DeMaree, D., C. Monohan, S. Riggins, and D. Brown. Subsurface Waters at Malakoff Diggins Pit, Northbloom Field Tunnel and Hiller Tunnel. California State University, Chico. Summer 2013.
Abstract
Malakoff Diggins, a historic hydraulic mine, has the potential to degrade habitat in the Humbug Creek and South Yuba River watershed with discharges of sediment, copper, mercury, nickel and zinc. Subsurface waters in three areas of Malakoff Diggins, (1) North Bloomfield Tunnel, including eight airshafts, six contained standing water, (2) Hiller Tunnel, and (3) borings in the Pit near Hiller Tunnel, were studied to identify potential sources of metals.
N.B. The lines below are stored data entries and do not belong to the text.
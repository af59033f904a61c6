import { describe, expect, it } from 'vitest'
import { CORRELATION_SCALE, bandFigure, correlationFigure, eigenvectorFigure, houseConfig, pointDodgeStep, withAlpha } from '#shared/export/figures'
import { makeBands } from '#shared/physics/uncertainty/band'

const series = (id: string, central: number[], rel = 0.1) => ({ id, label: id.toUpperCase(), band: makeBands(central, central.map(c => c * rel), central.map(c => c * rel / 2)) })

describe('bandFigure', () => {
  it('draws touching bins as one stepped outline and breaks at gaps', () => {
    // bins [1,2], [2,3] touch; [5,6] stands apart; given out of order on purpose
    const fig = bandFigure({ positions: { lo: [2, 1, 5], hi: [3, 2, 6] }, variable: { label: 'M', unit: 'GeV' }, observable: { label: 'dσ/dM', unit: 'pb/GeV' }, series: [series('a', [20, 10, 5])] })
    const [area, line] = fig.data
    expect(area).toMatchObject({ fill: 'toself', hoverinfo: 'skip', showlegend: true, name: 'A' })
    expect(area!.x).toEqual([1, 2, 2, 3, 3, 2, 2, 1, null, 5, 6, 6, 5])
    expect(area!.y).toEqual([11, 11, 22, 22, 19, 19, 9.5, 9.5, null, 5.5, 5.5, 4.75, 4.75])
    expect(line!.x).toEqual([1, 2, 2, 3, null, 5, 6])
    expect(line!.y).toEqual([10, 10, 20, 20, null, 5, 5])
    expect(fig.layout.xaxis).toMatchObject({ title: { text: 'M [GeV]' }, ticks: 'outside', mirror: 'ticks', showline: true })
    expect(fig.layout.paper_bgcolor).toBe('#ffffff')
  })

  it('adds a ratio panel dividing every band by the reference central value', () => {
    const fig = bandFigure({ positions: { lo: [1, 2] }, variable: { label: 'x', log: true }, observable: { label: 'xf' }, series: [series('ref', [2, 4]), series('other', [3, 2])], referenceId: 'ref' })
    const ratio = fig.data.filter(t => t.yaxis === 'y2')
    expect(ratio).toHaveLength(4)
    expect(ratio[3]!.y).toEqual([1.5, 0.5]) // other central / ref central
    expect(ratio[0]!.y).toEqual([1.1, 1.1, 0.95, 0.95]) // ref band / ref central
    expect(fig.layout.yaxis2).toMatchObject({ domain: [0, 0.25] })
    expect(fig.layout.xaxis2).toMatchObject({ type: 'log', title: { text: 'x' } })
    expect(() => bandFigure({ positions: { lo: [1] }, variable: { label: 'x' }, observable: { label: 'y' }, series: [series('a', [1])], referenceId: 'zz' })).toThrow("Reference series 'zz'")
  })

  it('draws bars with asymmetric errors at spread positions inside each bin', () => {
    const fig = bandFigure({ draw: 'bars', positions: { lo: [0, 10], hi: [10, 20] }, variable: { label: 'y' }, observable: { label: 'σ' }, series: [series('a', [10, 20]), series('b', [10, 20])] })
    const close = (got: unknown, want: number[]) => (got as number[]).forEach((v, i) => expect(v).toBeCloseTo(want[i]!, 12))
    close(fig.data[0]!.x, [10 / 3, 10 + 10 / 3])
    close(fig.data[1]!.x, [20 / 3, 10 + 20 / 3])
    expect(fig.data[0]!.error_y).toMatchObject({ symmetric: false, array: [1, 2], arrayminus: [0.5, 1] })
  })

  it('draws the envelope hatched and dashed, apart from the PDF bands', () => {
    const fig = bandFigure({ positions: { lo: [1, 2] }, variable: { label: 'x' }, observable: { label: 'y' }, series: [series('a', [1, 1])], envelope: { label: 'scale variation', lower: [0.8, 0.9], upper: [1.3, 1.2] } })
    const env = fig.data.find(t => t.name === 'scale variation')!
    expect(env).toMatchObject({ fillpattern: { shape: '/' }, line: { dash: 'dash' } })
    expect(env.y).toEqual([1.3, 1.2, 0.9, 0.8])
  })

  it('refuses series whose lengths do not match the bins', () => {
    expect(() => bandFigure({ positions: { lo: [1, 2] }, variable: { label: 'x' }, observable: { label: 'y' }, series: [series('a', [1])] })).toThrow('Series A has 1 central values for 2 bins')
  })
})

describe('correlationFigure', () => {
  it('fixes the colour range to [−1, 1] with a white middle', () => {
    const fig = correlationFigure({ matrix: [[1, -0.3], [-0.3, 1]] })
    expect(fig.data[0]).toMatchObject({ type: 'heatmap', zmin: -1, zmax: 1, z: [[1, -0.3], [-0.3, 1]], x: ['1', '2'] })
    expect(CORRELATION_SCALE.find(([t]) => t === 0.5)![1]).toBe('#ffffff')
    expect(fig.layout.yaxis).toMatchObject({ autorange: 'reversed' })
    expect(() => correlationFigure({ matrix: [[1, 0], [0]] })).toThrow('row 2 has 1 entries for 2 bins')
  })
})

describe('eigenvectorFigure', () => {
  const shifts = [{ label: '1', up: 0.1, down: -0.05 }, { label: '2', up: -0.4, down: 0.3 }, { label: '3', up: 0.2, down: -0.25 }]
  it('sorts by size, keeps the top ones, and shows percent of the central value', () => {
    const fig = eigenvectorFigure({ binLabel: 'bin 4', shifts, central: 2, sortBy: 'size', top: 2 })
    expect(fig.data[0]!.x).toEqual(['2', '3'])
    expect(fig.data[0]!.y).toEqual([-20, 10])
    expect(fig.data[1]!.y).toEqual([15, -12.5])
    expect(fig.layout.yaxis).toMatchObject({ title: { text: 'shift from central [%]' } })
  })
  it('shows one bar per eigenvector for one-sided members', () => {
    expect(eigenvectorFigure({ binLabel: 'b', shifts: [{ label: '1', up: 1 }], unit: 'pb' }).data).toHaveLength(1)
  })
})

describe('house style', () => {
  it('hides the vendor logo and checks colours', () => {
    expect(houseConfig('f')).toMatchObject({ displaylogo: false, toImageButtonOptions: { filename: 'f' } })
    expect(withAlpha('#2f6f94', 0.25)).toBe('rgba(47, 111, 148, 0.25)')
    expect(() => withAlpha('tide', 1)).toThrow(RangeError)
  })
})

describe('points at one x', () => {
  it('are set side by side within a third of the narrowest gap, on linear and log axes', () => {
    expect(pointDodgeStep([1, 2, 4, 4], false)).toBeCloseTo(1 / 3, 15)
    expect(pointDodgeStep([0.01, 0.1, 1], true)).toBeCloseTo(Math.log(10) / 3, 12)
    expect(pointDodgeStep([5, 5], false)).toBe(0)
  })
})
Water chemistry (pH, electrical conductivity, total metals and common ions) similarities and physical characteristics (water level) between mine features were used to determine the connections between mine features and subsurface water flow. The metal concentrations were variable in areas studied at Malakoff Diggins. All portals and shafts of the North Bloomfield Tunnel were at least partially blocked, however the downstream portal of the tunnel and Shaft 5, had continuous surface water discharge to Humbug Creek. The degree to which the standing water between the shafts are connected, through fractured rock or otherwise, was difficult to determine, however some shafts, specifically Shaft 5 (had the highest metal concentrations) and 6, had similar water chemistries. Two borings of four shallow groundwater borings in the Pit, P-1 and P-2, had similar water chemistry. The borings in the Pit had higher concentrations of metals than the surface waters in the Pit and Hiller Tunnel. The concentrations of metals in the waters at Malakoff Diggins are likely related to concentrations of suspended sediment and represent an ongoing source of heavy metals to surface waters.
Student Bio
David graduated from UC Santa Cruz 2007 with a Chemistry B.S. He then when to work for Environmental Testing Labs, and mainly tested for metals and common ions, in a variety of media ranging from water and soil to Chinese Herbal Medicines. David went back to school in 2011 at CSU Chico and graduated in 2013 with an M.S. in Environmental Science. At CSU Chico David worked under Dr. Carrie Monohan, and studied surface and subsurface water contamination and connectivity in man made features such as pits, adits and tunnels at Malakoff Diggins. David is currently in the Environmental Science PhD program at Oregon State University, and his dissertation project is on vadose zone nitrogen transport and stakeholder outreach and engagement in La Pine OR, in relation to the controversial issue of nitrate contamination in well water in the La Pine Area.